Other highlights from the conference

Loss & Damage Fund

On the first day of the conference, wealthier states pledged $700 million for a loss and damage fund, addressing climate impacts in vulnerable nations. However, experts argue that financial commitments fall short of what the Global South needs, leaving room for improvement.

First ‘Health Day’ at COP

In many firsts, COP28 introduced the first ‘Health Day’, resulting in an $800 million annual pledge to combat neglected tropical diseases, exemplifying a holistic approach to climate action. This initiative is expected to benefit 31 African countries, with the aim of eradicating river blindness.

Renewable energy surge

Over 100 countries pledged to triple the world’s renewable energy by 2030, drawing inspiration from success stories like Uruguay, where 98% of energy is now derived from renewables.

The Oil & Gas dilemma

There were also speculations that the conference was being used to strike oil and gas deals. Close to 2500 fossil fuel lobbyists were granted access to COP28, signalling an unprecedented presence from fossil fuel delegates at crucial climate talks. Moreover, fossil fuel lobbyists also outnumbered official Indigenous representatives (316) by almost seven times, indicating that oil and gas industry profits are being prioritised over a sustainable planet and frontline communities.

The journey ahead

While COP28 brings promising commitments, a closer examination reveals both positives and negatives. The transition away from fossil fuels and the surge in renewable energy commitments demonstrates a global intent for change. However, the disappointment of vulnerable nations and the shortfall in financial aid underscore some of the many challenges ahead.

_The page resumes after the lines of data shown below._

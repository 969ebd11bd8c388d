//! The reference model of a simulated twin: a flexible fit of E[y | x] (or of P(y = c | x)) on a
//! table that serves as the twin's truth, the recipe that rebuilds it, and its choice.
//!
//! **Regression**: five candidates, each tuned on the table, chosen by cross-validated R²
//! ([`select`]): k nearest neighbours, bagged trees ([`forest`]), local-linear kernel
//! regression ([`loclin`]), polynomial least squares of total degree 1 to 3
//! ([`crate::family::poly::PolyFit`], the `poly` family's basis; the one candidate that follows
//! a polynomial trend, such as a product of inputs, into the table's sparse tails; never part of
//! the blend `select` builds, though a hand-written recipe may give it a weight) and a stacked
//! non-negative blend of the first three. A [`Choice`] records everything needed to refit the chosen
//! reference exactly (which candidate, its knobs, the forest's seed, the blend's weights), and a twin scenario writes it as
//! `reference = { family = "forest", k = 16, trees = 100, min_leaf = 5, seed = 7, ... }`; `run`
//! refits it at plan time, bit for bit. The older form `{ family = "knn", k = 7, standardize =
//! true }` is the k-NN candidate alone.
//!
//! **k-NN** is on inputs standardized by the table's mean and sd (each column centred and
//! divided by its standard deviation, so an input in large units does not dominate the
//! distance), ties in distance to the lower row index. [`fit`] chooses k alone by 10-fold
//! cross-validation: the reference of classification twins and of the regression twins written
//! before the candidates existed.
//!
//! **Varying noise** (`varying = true`): σ²(x) is the k-NN average (the recipe's k, same
//! standardization) of the k-NN leave-one-out squared residuals times k/(k+1), the factor that
//! removes the variance of the k-neighbour mean from a leave-one-out residual under constant
//! noise (E[(y_i − f̂_{−i}(x_i))²] = σ²(1 + 1/k) + bias²).
//!
//! **Classes**: three references, compared by cross-validated log-loss on the same folds
//! (`commands::twin::class_reference`): the neighbour shares with add-one smoothing,
//! `(count_c + 1) / (k + K)`, so no probability is exactly 0 and the twin's labels keep some
//! noise everywhere (k chosen by the cross-validated Brier score, [`fit`]); and the logistic
//! polynomial and probability tree of [`classes`], both on the inputs that
//! [`select_class_inputs`] keeps (backward elimination on the k-NN shares' cross-validated
//! log-loss with a one-SE guard). The quality printed is the cross-validated accuracy of the
//! most probable class.

pub mod classes;
pub mod forest;
pub mod loclin;
pub mod select;

use std::sync::Arc;

use ndarray::{Array1, Array2, ArrayView1, ArrayView2};
use rand::Rng;

use crate::dataset::noise::{self, NoiseEstimate};
use crate::dataset::Table;
use crate::error::Error;
use crate::family::neighbours::{NeighbourIndex, Scratch};
use crate::family::poly::PolyFit;
use crate::family::standardize::Standardizer;
use crate::family::Task;

pub use forest::{Forest, ForestParams};
pub use loclin::LocLin;

/// Folds of the cross-validation that chooses k in [`fit`].
pub const CV_FOLDS: usize = 10;

/// Candidate neighbour counts of varying noise's variance smoother
/// ([`Reference::choose_smooth_k`]): squared residuals are far noisier than responses (a
/// Gaussian's has a relative sd of √2), so the range reaches further than [`K_CANDIDATES`].
pub const SMOOTH_K_CANDIDATES: [usize; 13] =
    [5, 10, 15, 20, 30, 50, 75, 100, 150, 200, 300, 500, 1000];

/// Largest σ²(x) a [`Reference::set_varying`] level may scale varying noise to (σ(x) up to
/// 1e150): beyond it the responses' squares, summed over points and replicates, overflow.
pub const VAR_MAX: f64 = 1e300;

/// Candidate k values tried by [`fit`] (those that fit in a training fold).
pub const K_CANDIDATES: [usize; 14] = [1, 2, 3, 4, 5, 7, 10, 15, 20, 30, 50, 75, 100, 150];

/// A candidate reference.
#[derive(Debug, Clone, Copy, PartialEq, Eq)]
pub enum Candidate {
    /// k nearest neighbours.
    Knn,
    /// Bagged regression trees.
    Forest,
    /// Local-linear kernel regression.
    LocLin,
    /// Polynomial least squares (total degree by cross-validation).
    Poly,
    /// Non-negative blend of the others.
    Blend,
    /// Classes: logistic polynomial ([`classes::Logit`]; `degree` and `ridge`).
    Logit,
    /// Classes: probability tree ([`classes::ProbTree`]; `depth`, `min_leaf`, `seed`).
    Tree,
}

impl Candidate {
    /// Name as written in scenario files (`family` of `reference`).
    pub fn name(self) -> &'static str {
        match self {
            Candidate::Knn => "knn",
            Candidate::Forest => "forest",
            Candidate::LocLin => "loclin",
            Candidate::Poly => "poly",
            Candidate::Blend => "blend",
            Candidate::Logit => "logit",
            Candidate::Tree => "tree",
        }
    }

    /// Parses a scenario-file name.
    pub fn from_name(s: &str) -> Option<Candidate> {
        match s {
            "knn" => Some(Candidate::Knn),
            "forest" => Some(Candidate::Forest),
            "loclin" => Some(Candidate::LocLin),
            "poly" => Some(Candidate::Poly),
            "blend" => Some(Candidate::Blend),
            "logit" => Some(Candidate::Logit),
            "tree" => Some(Candidate::Tree),
            _ => None,
        }
    }

    /// In words, with its source.
    pub fn describe(self) -> &'static str {
        match self {
            Candidate::Knn => "k nearest neighbours on standardized inputs",
            Candidate::Forest => "bagged regression trees (Breiman 1996)",
            Candidate::LocLin => "local-linear Gaussian-kernel regression (Fan and Gijbels 1996)",
            Candidate::Poly => {
                "polynomial least squares in the inputs (total degree 1 to 3 when chosen by \
                 cross-validation)"
            }
            Candidate::Blend => {
                "non-negative stacked blend of k-NN, bagged trees and local-linear (Breiman 1996)"
            }
            Candidate::Logit => {
                "logistic polynomial: multinomial logistic regression on the polynomial basis, \
                 ridge-penalized"
            }
            Candidate::Tree => "probability tree: Gini CART with add-one leaf shares",
        }
    }
}

/// The recipe of a reference: everything needed to refit it on the table exactly.
#[derive(Debug, Clone, PartialEq)]
pub struct Choice {
    /// The chosen candidate.
    pub family: Candidate,
    /// Standardize the k-NN inputs (local-linear always standardizes; trees need not).
    pub standardize: bool,
    /// The k-NN candidate's k (used with a positive k-NN weight, by classes and by varying
    /// noise).
    pub k: Option<usize>,
    /// The forest (used with a positive forest weight).
    pub forest: Option<ForestParams>,
    /// The local-linear bandwidth in sd units (used with a positive local-linear weight).
    pub bandwidth: Option<f64>,
    /// The polynomial part's total degree (used with a positive polynomial weight).
    pub degree: Option<usize>,
    /// Weights of k-NN, forest, local-linear, polynomial: a single 1 for one candidate.
    pub weights: [f64; 4],
    /// Cross-validated R² of knn, forest, loclin, poly, blend when the choice was made
    /// (informational; not needed to refit; NaN: not tried).
    pub cv_r2: Option<[f64; 5]>,
    /// Twicing (regression): the same recipe is fitted again to the in-sample residuals of the
    /// first fit and the two are added, `f̂ = S y + S (y − S y)` (Tukey 1977, *Exploratory Data
    /// Analysis*, "twicing"; one step of L2 boosting, Bühlmann and Yu 2003, *JASA* 98:324–339).
    /// It restores curvature the cross-validated smoother rounds off.
    pub twice: bool,
    /// Input weights of the k-NN and local-linear parts (one per input, finite, ≥ 0): each
    /// standardized input is multiplied by its weight before any distance, so an input the
    /// response barely depends on stops pushing neighbours apart (gradient weights, Kpotufe,
    /// Boularias, Schultz and Kim 2016, *JMLR* 17, from memory; chosen in [`select`]). `None`:
    /// every input counts alike. Needs `standardize`. A classification twin's logistic
    /// polynomial and probability tree use the inputs of positive weight only (0/1 weights
    /// chosen by [`select_class_inputs`]; the size of a positive weight does not matter there).
    pub metric: Option<Vec<f64>>,
    /// Regression: the inputs (column indices, ascending) every part of the reference is
    /// fitted on, when [`select::eliminate_inputs`] left the others out; the twin's truth does
    /// not move with those. `metric` then has weight 0 on them (the noise estimator's
    /// distances follow it). `None`: every input. Written `inputs = ["x1", ...]` by name.
    pub inputs: Option<Vec<usize>>,
    /// Classes, the logistic polynomial: its ridge penalty (its degree is `degree`).
    pub ridge: Option<f64>,
    /// Classes, the probability tree: depth, smallest leaf and the seed of its tie draws.
    pub tree: Option<TreeParams>,
}

/// The probability tree of a classification reference ([`classes::ProbTree`]).
#[derive(Debug, Clone, Copy, PartialEq, Eq)]
pub struct TreeParams {
    /// Depth (root 0).
    pub depth: usize,
    /// Smallest number of rows in each child of a split.
    pub min_leaf: usize,
    /// Seed of the stream its exact ties are drawn from.
    pub seed: u64,
}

It took nearly three decades of annual climate summits to explicitly address the elephant in the room – fossil fuels. The journey to Dubai has seen progress, with the COP28 agreement standing as a significant milestone. As we celebrate this pivotal moment, the call for urgent, tangible actions to end the fossil fuel era echoes louder than ever.

A Carbon Literate future

In the aftermath of COP28, the imperative to equip ourselves with the knowledge and skills to navigate this transition becomes more apparent than ever, prioritising the need for Carbon Literacy.

As Chris Hilson, director of the Centre for Climate and Justice at the University of Reading, said, “Action speaks louder than words. What is really important now is that governments around the world take immediate policy action and practical steps to implement a transition away from coal, oil and gas.”

Understanding the intricacies of carbon emissions, transitioning energy sources, and sustainable practices is crucial. Informed citizens and leaders can champion initiatives, drive policy changes and hold companies and industries accountable for their carbon footprint. Governments, businesses and individuals must collaborate to build a Carbon Literate society, fostering a shared responsibility for mitigating climate change and safeguarding the planet.